• Records provided
def build_design(
    conditions: Sequence[Condition],
    n_volumes: int,
    tr: float,
    kernel: str | Kernel = "double-gamma",
    derivatives: int = 0,
    highpass_s: float | None = 128.0,
    confounds: Confounds | None = None,
    reference_time_s: float = 0.0,
    oversampling: int = FINE_STEPS,
    modulators: Sequence[str] = (),
    orthogonalize: bool = False,
) -> DesignMatrix:
    """Build the design matrix for one kernel.

    Parameters
    ----------
    conditions : sequence of Condition
    n_volumes : int
    tr : float
        Repetition time in seconds.
    kernel : str or Kernel
    derivatives : {0, 1, 2}
        Add temporal (1) and dispersion (2) derivative columns after each condition.
    highpass_s : float or None
        Discrete cosine drift cutoff in seconds; None for no drift columns.
    confounds : Confounds, optional
        Must have one row per volume.
    reference_time_s : float
        Time within each TR at which volumes are sampled.
    oversampling : int
        Fine-grid steps per TR (at least 16).
    modulators : sequence of str
        Events columns to add as parametric modulators (see the module notes).
    orthogonalize : bool
        Serially orthogonalise each condition's modulators, in the order given.
    """
    if not (tr > 0 and math.isfinite(tr)):
        raise InputError(f"TR must be a positive number of seconds, not {tr}")
    if n_volumes < 1:
        raise InputError("the run has no volumes")
    if derivatives not in (0, 1, 2):
        raise InputError(
            "derivatives must be 0 (none), 1 (temporal) or 2 (temporal and dispersion)"
        )
    if not conditions:
        raise InputError("the model has no conditions; the events file gave none")
    k = get_kernel(kernel)
    oversampling = max(int(oversampling), FINE_STEPS)
    dt = tr / oversampling
    times = volume_times(n_volumes, tr, reference_time_s)

    cols: list[np.ndarray] = []
    names: list[str] = []
    kinds: list[str] = []
    cond_cols: dict[str, tuple[int, ...]] = {}
    mod_of: dict[str, str] = {}
    notes: list[str] = []
    basis = k.basis(dt, derivatives)

    def add(cond: Condition, label: str, main_kind: str) -> None:
        idx = []
        for j, (suffix, h) in enumerate(basis):
            if isinstance(k, FIR):  # exact boxes at the volume times, no fine-grid smear
                cols.append(_fir_column(cond, k, j, times))
            elif isinstance(k, Boxcar):  # covered fraction of each volume's TR window
                cols.append(boxcar_regressor(cond, times, tr))
            else:
                cols.append(stimulus_regressor(cond, h, times, dt, use_durations=k.uses_durations))
            names.append(label + suffix)
            kinds.append("fir" if isinstance(k, FIR) else (main_kind if j == 0 else "derivative"))
            idx.append(len(cols) - 1)
        cond_cols[label] = tuple(idx)

    for cond in conditions:
        add(cond, cond.name, "condition")
        if not modulators:
            continue
        mods, mod_notes = modulator_values(cond, modulators, orthogonalize)
        notes.extend(mod_notes)
        for mod, values in mods:
            label = f"{cond.name}:{mod}"
            scaled = Condition(label, cond.onsets, cond.durations, cond.amplitudes * values)
            add(scaled, label, "modulator")
            mod_of[label] = cond.name
    if modulators:
        carried = {m for c in conditions for m in modulators if c.carries(m)}
        for m in modulators:
            if m not in carried:
                raise InputError(
                    f"modulator '{m}': no condition's events carry a number in that column; "
                    "name numeric columns of the events file"
                )

    warnings: list[str] = []
    file_drift: tuple[str, ...] = ()
    if confounds is not None:
        confounds.check_rows(n_volumes)
        file_drift = confounds.cosine_columns(confounds.names)
        for j, name in enumerate(confounds.names):
            label = name if name not in names else f"{name}_confound"
            cols.append(confounds.values[:, j].astype(float))
            names.append(label)
            kinds.append("drift" if name in file_drift else "confound")

    if file_drift:  # the table's own cosine drift columns replace ours, never both
        if highpass_s is not None:
            warnings.append(
                f"the confounds' cosine drift columns ({file_drift[0]} .. {file_drift[-1]}) "
                f"replace the model's own drift columns (high-pass {highpass_s:g} s not used)"
            )
        highpass_s = None
    drift = dct_drift(n_volumes, tr, highpass_s)
    cycle = task_cycle_warning(conditions, n_volumes, tr, highpass_s, reference_time_s)
    if cycle is not None:
        warnings.append(cycle)
    for j in range(drift.shape[1]):
        cols.append(drift[:, j])
        names.append(f"drift_{j + 1}")
        kinds.append("drift")
    cols.append(np.ones(n_volumes))
    names.append("constant")
    kinds.append("constant")

    if len(set(names)) != len(names):
        dup = sorted({n for n in names if names.count(n) > 1})
        raise InputError(
            f"design column names repeat: {', '.join(dup)}; rename the conditions or confounds"
        )
    X = np.column_stack(cols)
    X.setflags(write=False)
    if X.shape[1] > n_volumes:
        raise ModelError(
            f"the run has {n_volumes} volumes but the model has {X.shape[1]} columns; "
            "use fewer regressors (drop confounds, a longer high-pass cutoff or no derivatives)"
        )
    return DesignMatrix(
        X,
        tuple(names),
        tuple(kinds),
        cond_cols,
        k,
        float(tr),
        times,
        tuple(notes) + tuple(warnings),
        mod_of,
    )
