def brain_mask(
    mean: np.ndarray,
    valid: np.ndarray | None = None,
    fraction: float = MASK_FRACTION,
    percentile: float = MASK_PERCENTILE,
    largest_component: bool = True,
    fill_holes: bool = True,
) -> np.ndarray:
    """Intensity-based brain mask of a mean image.

    A voxel is in the mask when it is *valid* (finite, and not constant over time when
    ``valid`` says so) and its mean exceeds ``fraction`` times the ``percentile``-th
    percentile of the valid means (a robust maximum, insensitive to a few hot voxels).
    Optionally the largest 26-connected component is kept and enclosed holes are
    filled (filled voxels must be valid too).

    Parameters
    ----------
    mean : ndarray
        3D mean image.
    valid : ndarray of bool, optional
        Voxels allowed in the mask; default: finite means.
    fraction : float
        Default :data:`MASK_FRACTION` (0.2).
    percentile : float
        Default :data:`MASK_PERCENTILE` (98).
    largest_component, fill_holes : bool

    Returns
    -------
    ndarray of bool

    Examples
    --------
    >>> m = np.zeros((5, 5, 5)); m[1:4, 1:4, 1:4] = 100.0; m[2, 2, 2] = 1.0
    >>> int(brain_mask(m).sum()), int(brain_mask(m, fill_holes=False).sum())
    (27, 26)
    """
    mean = np.asarray(mean, dtype=np.float64)
    ok = np.isfinite(mean)
    if valid is not None:
        ok &= np.asarray(valid, dtype=bool)
    if not ok.any():
        return np.zeros(mean.shape, dtype=bool)
    ref = float(np.percentile(mean[ok], percentile))
    mask = ok & (mean > fraction * ref) if ref > 0 else ok & (mean > 0)
    if largest_component and mask.any():
        from scipy import ndimage  # here, not at start-up (about 0.25 s)

        labels, n = ndimage.label(mask, structure=np.ones((3, 3, 3), dtype=bool))
        if n > 1:
            sizes = np.bincount(labels.ravel())
            sizes[0] = 0
            mask = labels == int(np.argmax(sizes))
    if fill_holes and mask.any():
        from scipy import ndimage

        mask = ndimage.binary_fill_holes(mask) & ok
    return mask


# --------------------------------------------------------------------------- timing


@dataclass
class _HeaderTR:
    value: float | None  # seconds, usable
    problem: str | None  # why the header TR cannot be used
    note: str | None  # warning when it is used


def _header_tr(path: Path, header: Any) -> _HeaderTR:
    raw = float(header["pixdim"][4])
    unit = header.get_xyzt_units()[1]
    where = f"header TR (pixdim[4] = {raw:g}, xyzt_units time unit '{unit}')"
    if unit not in _TIME_FACTORS:
        return _HeaderTR(None, f"the {where} is not a time", None)
    if not math.isfinite(raw) or raw <= 0:
        return _HeaderTR(None, f"the {where} gives no TR", None)
    value = raw * _TIME_FACTORS[unit]
    note = None
    if unit in ("sec", "unknown") and value > MS_THRESHOLD_S:
        value = raw / 1000.0
        note = (
            f"{path}: the {where} says {raw:g} s, which is implausible; reading it as "
            f"{raw:g} ms = {value:g} s (give --tr to override)"
        )
    lo, hi = PLAUSIBLE_TR_S
    if not lo <= value <= hi:
        return _HeaderTR(None, f"the {where} gives an implausible TR of {value:g} s", None)
    return _HeaderTR(value, None, note)


def _read_sidecar(sidecar: Path) -> dict[str, Any]:
    return read_sidecar(sidecar)


def _number(value: Any) -> float | None:
    if isinstance(value, bool) or not isinstance(value, (int, float)):
        return None
    value = float(value)
    return value if math.isfinite(value) else None


def resolve_tr(
    path: Path,
    header: Any,
    tr: float | None = None,
    sidecar: Path | None = None,
    n_slices: int | None = None,
    meta: dict[str, Any] | None = None,
    origin: dict[str, Path] | None = None,
) -> tuple[float, str, np.ndarray | None, list[str]]:
    """Decide the TR of a run and read its slice timing.

    Parameters
    ----------
    path : Path
        The run (for messages).
    header : nibabel header
    tr : float, optional
        Explicit TR in seconds; wins over everything.
    sidecar : Path, optional
        BIDS JSON sidecar (``RepetitionTime``, ``SliceTiming``, seconds).
    n_slices : int, optional
        Expected length of ``SliceTiming``.
    meta, origin : dict, optional
        The merged sidecar fields (BIDS inheritance, see
        :func:`voxelscope.core.companions.merge_sidecars`) and the file each came from;
        when given, ``sidecar`` is not read again.

    Returns
    -------
    tr : float
        Seconds.
    source : str
        ``"argument"``, ``"sidecar"`` or ``"header"``.
    slice_timing : ndarray or None
        Seconds, one per slice.
    warnings : list of str

    Raises
    ------
    InputError
        No usable TR anywhere, an implausible TR, or an unreadable sidecar.
    """
    notes: list[str] = []
    if meta is None:
        meta = _read_sidecar(sidecar) if sidecar is not None else {}
    origin = dict(origin or {})

    def where(key: str) -> Path | None:
        return origin.get(key, sidecar)

    head = _header_tr(path, header)
    lo, hi = PLAUSIBLE_TR_S

    if tr is not None:
        value = _number(tr)
        if value is None or value <= 0:
            raise InputError(f"{path}: TR {tr!r} must be a positive number of seconds (--tr)")
        if value > MS_THRESHOLD_S:
            raise InputError(
                f"{path}: TR {value:g} s is implausible; give the TR in seconds (--tr)"
            )
        chosen, source = value, "argument"
    elif "RepetitionTime" in meta:
        value = _number(meta["RepetitionTime"])
        if value is None or not lo <= value <= hi:
            raise InputError(
                f"{where('RepetitionTime')}: RepetitionTime {meta['RepetitionTime']!r} is not "
                f"a plausible TR in seconds (BIDS); fix the sidecar or give --tr"
            )
        chosen, source = value, "sidecar"
        if head.value is not None and abs(head.value - value) > 1e-3 * max(value, 1.0):
            notes.append(
                f"{path}: TR differs between the sidecar ({value:g} s, "
                f"{where('RepetitionTime').name}) and the header ({head.value:g} s); "
                f"using the sidecar"
            )
    elif head.value is not None:
        chosen, source = head.value, "header"
        if head.note:
            notes.append(head.note)
    else:
        where = f"; no RepetitionTime in {sidecar.name}" if sidecar is not None else ""
        raise InputError(
            f"{path}: no usable TR: {head.problem}{where}; give the TR in seconds (--tr)"
        )

    timing = None
    if "SliceTiming" in meta and meta.get("SliceTimingCorrected") is not True:
        timing = _slice_timing(where("SliceTiming"), meta["SliceTiming"], chosen, n_slices, notes)
    return chosen, source, timing, notes
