def _summary_blob(built: Built, crcs: np.ndarray) -> bytes:
    s = built.summary
    buf = io.BytesIO()
    n_vox = s.mean.size
    # values of constant voxels: most are zeros outside the brain, so only the others are
    # listed (bit-exact: -0.0 and NaN count as "not zero")
    nonzero = built.known_idx[built.known_val.view(np.uint32) != 0]
    np.savez(
        buf,
        mean=s.mean,
        nonfinite=np.packbits(s.nonfinite.ravel()),
        constant=np.packbits(s.constant.ravel()),
        stored=built.stored.astype(np.uint32 if n_vox < 2**32 else np.int64),
        crcs=crcs,
        known=np.packbits(_bits(built.known_idx, n_vox)),
        known_nonzero=nonzero.astype(np.uint32 if n_vox < 2**32 else np.int64),
        known_val=built.known_val[np.isin(built.known_idx, nonzero)],
        members=built.members if built.members is not None else np.zeros((0, 3), np.uint64),
    )
    return buf.getvalue()


def _bits(idx: np.ndarray, n: int) -> np.ndarray:
    out = np.zeros(n, dtype=bool)
    out[idx] = True
    return out


def _estimate_bytes(n_rows: int, layout: RawLayout) -> int:
    """Size of an entry: rows, plus the summary (mean, flags, index, checksums)."""
    return n_rows * layout.shape[3] * 4 + layout.n_voxels * 9 // 2 + n_rows * 4 + 4096


# --------------------------------------------------------------------------- opening
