def _active_spans(spans, products, cycle_date, horizon, period) -> np.ndarray:
    """True on each span that, intersected with its product's span and the horizon, holds a period."""
    cycle_ord = int(period_ordinal(pd.DatetimeIndex([cycle_date]), period)[0])
    s_from, s_to = span_bounds(spans, period)
    p_from, p_to = span_bounds(products, period)
    pos = lookup(spans, ["product"], products.drop_duplicates("product"))
    known = pos >= 0
    at = np.clip(pos, 0, None)
    first = np.fmax(np.fmax(s_from, np.where(known, p_from[at], np.nan)), cycle_ord)
    last = np.fmin(np.fmin(s_to, np.where(known, p_to[at], np.nan)), cycle_ord + horizon - 1)
    return known & (first <= last)


def _parents_in_doubt(parent: pd.DataFrame, leaf: pd.DataFrame, active: pd.DataFrame) -> pd.DataFrame | None:
    """The parent keys that may fail `find_active_parents_without_children`, judged on integer codes of the keys
    (a parent of an active span, `active`, without forecast rows or children, or with rows and no children);
    None where the keys hold a blank (then every row is judged)."""
    kids = _distinct_leaves(leaf)
    frames = [active, kids.loc[kids["customer"].notna(), PARENT], parent[PARENT]]
    keys = pd.concat(frames, ignore_index=True)
    if any(any_blank(keys[c]) for c in PARENT):
        return None
    code, uniques = factorize(keys, PARENT)
    bounds = np.cumsum([0] + [len(f) for f in frames])
    active, children, periods = (
        np.bincount(code[bounds[i]:bounds[i + 1]], minlength=len(uniques)) > 0 for i in range(3)
    )
    return uniques[(active & ~periods) | (active & ~children) | (periods & ~children)]


def _of_parents(frame: pd.DataFrame, parents: pd.DataFrame) -> np.ndarray:
    """True on the rows of `frame` whose parent key is one of `parents`."""
    if parents.empty:
        return np.zeros(len(frame), dtype=bool)
    return pd.MultiIndex.from_frame(frame[PARENT]).isin(pd.MultiIndex.from_frame(parents))


def _parents_without_children(parent, leaf, spans, active: np.ndarray) -> pd.DataFrame:
    """`find_active_parents_without_children` judged on every row given (active: `_active_spans` of `spans`)."""
    expected = spans.loc[active].groupby(PARENT, sort=True).size().rename("active_spans")
    children = _distinct_leaves(leaf).groupby(PARENT, sort=True)["customer"].nunique().rename("children_in_forecast")
    periods = parent.groupby(PARENT, sort=True).size().rename("parent_periods")
    out = pd.concat([expected, children, periods], axis=1).fillna(0).astype(np.int64)
    why = np.select(
        [
            (out["active_spans"] > 0) & (out["parent_periods"] == 0),
            (out["active_spans"] > 0) & (out["children_in_forecast"] == 0),
            (out["parent_periods"] > 0) & (out["children_in_forecast"] == 0),
        ],
        [
            "active in the master data, no row in parent_forecast",
            "active in the master data, no child in statistical_forecast",
            "forecast parent without a child in statistical_forecast",
        ],
        "",
    )
    out["why"] = why
    return out[why != ""].reset_index()
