def test_models_used_counts_each_parent_once_by_class_strategy_demand_class_and_model():
    # the demo's consumables (top-down, AutoETS) and spares given a strategy (MinT) and a model per demand
    # class, made by the stages' own runs; the metadata's parents per model (made from the per-parent arrays,
    # not from the table's rows) against the parent table's distinct parents
    import sys
    from pathlib import Path

    sys.path.insert(0, str(Path(__file__).parent))
    from stage_runs import demo_config, run_partition

    from assets.factory import graph_order
    from pipelines import definitions  # noqa: F401  (makes every stage asset, so the graph holds them all)
    from pipelines.keys import PARENT

    spec = next(s for s in graph_order() if s.tables[0].name == "statistical_forecast")
    models = {"smooth": "ses", "erratic": "ses", "intermittent": "croston_classic", "lumpy": "croston_sba"}
    config = demo_config(
        {"consumables": {"seasonality": "none"}, "spares": {"strategy": "mint_shrink", "models": models}}
    )
    columns = ["product_class", "strategy", "demand_class", "model"]
    for product_class in ("consumables", "spares"):
        run = run_partition(config, "2026-11-30", product_class, upto="statistical_forecast")
        settings = run.settings["statistical_forecast"]
        result = spec.run(**{name: run.tables[name] for name in spec.ins}, settings=settings)
        parent = result.outputs["parent_forecast"]
        expected = parent.drop_duplicates(PARENT).groupby(columns).size().rename("parents").reset_index()
        used = result.metadata["parent_forecast"]["models_used"]
        assert used["parents"].sum() == len(parent.drop_duplicates(PARENT)) > 1
        pd.testing.assert_frame_equal(used, expected, check_exact=True)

• Directions for this task
In the data above, find each line that uses the string "constant". Copy it.

• Answer to the exercise
    names.append("constant")
    kinds.append("constant")
    A voxel is in the mask when it is *valid* (finite, and not constant over time when
    # values of constant voxels: most are zeros outside the brain, so only the others are
        constant=np.packbits(s.constant.ravel()),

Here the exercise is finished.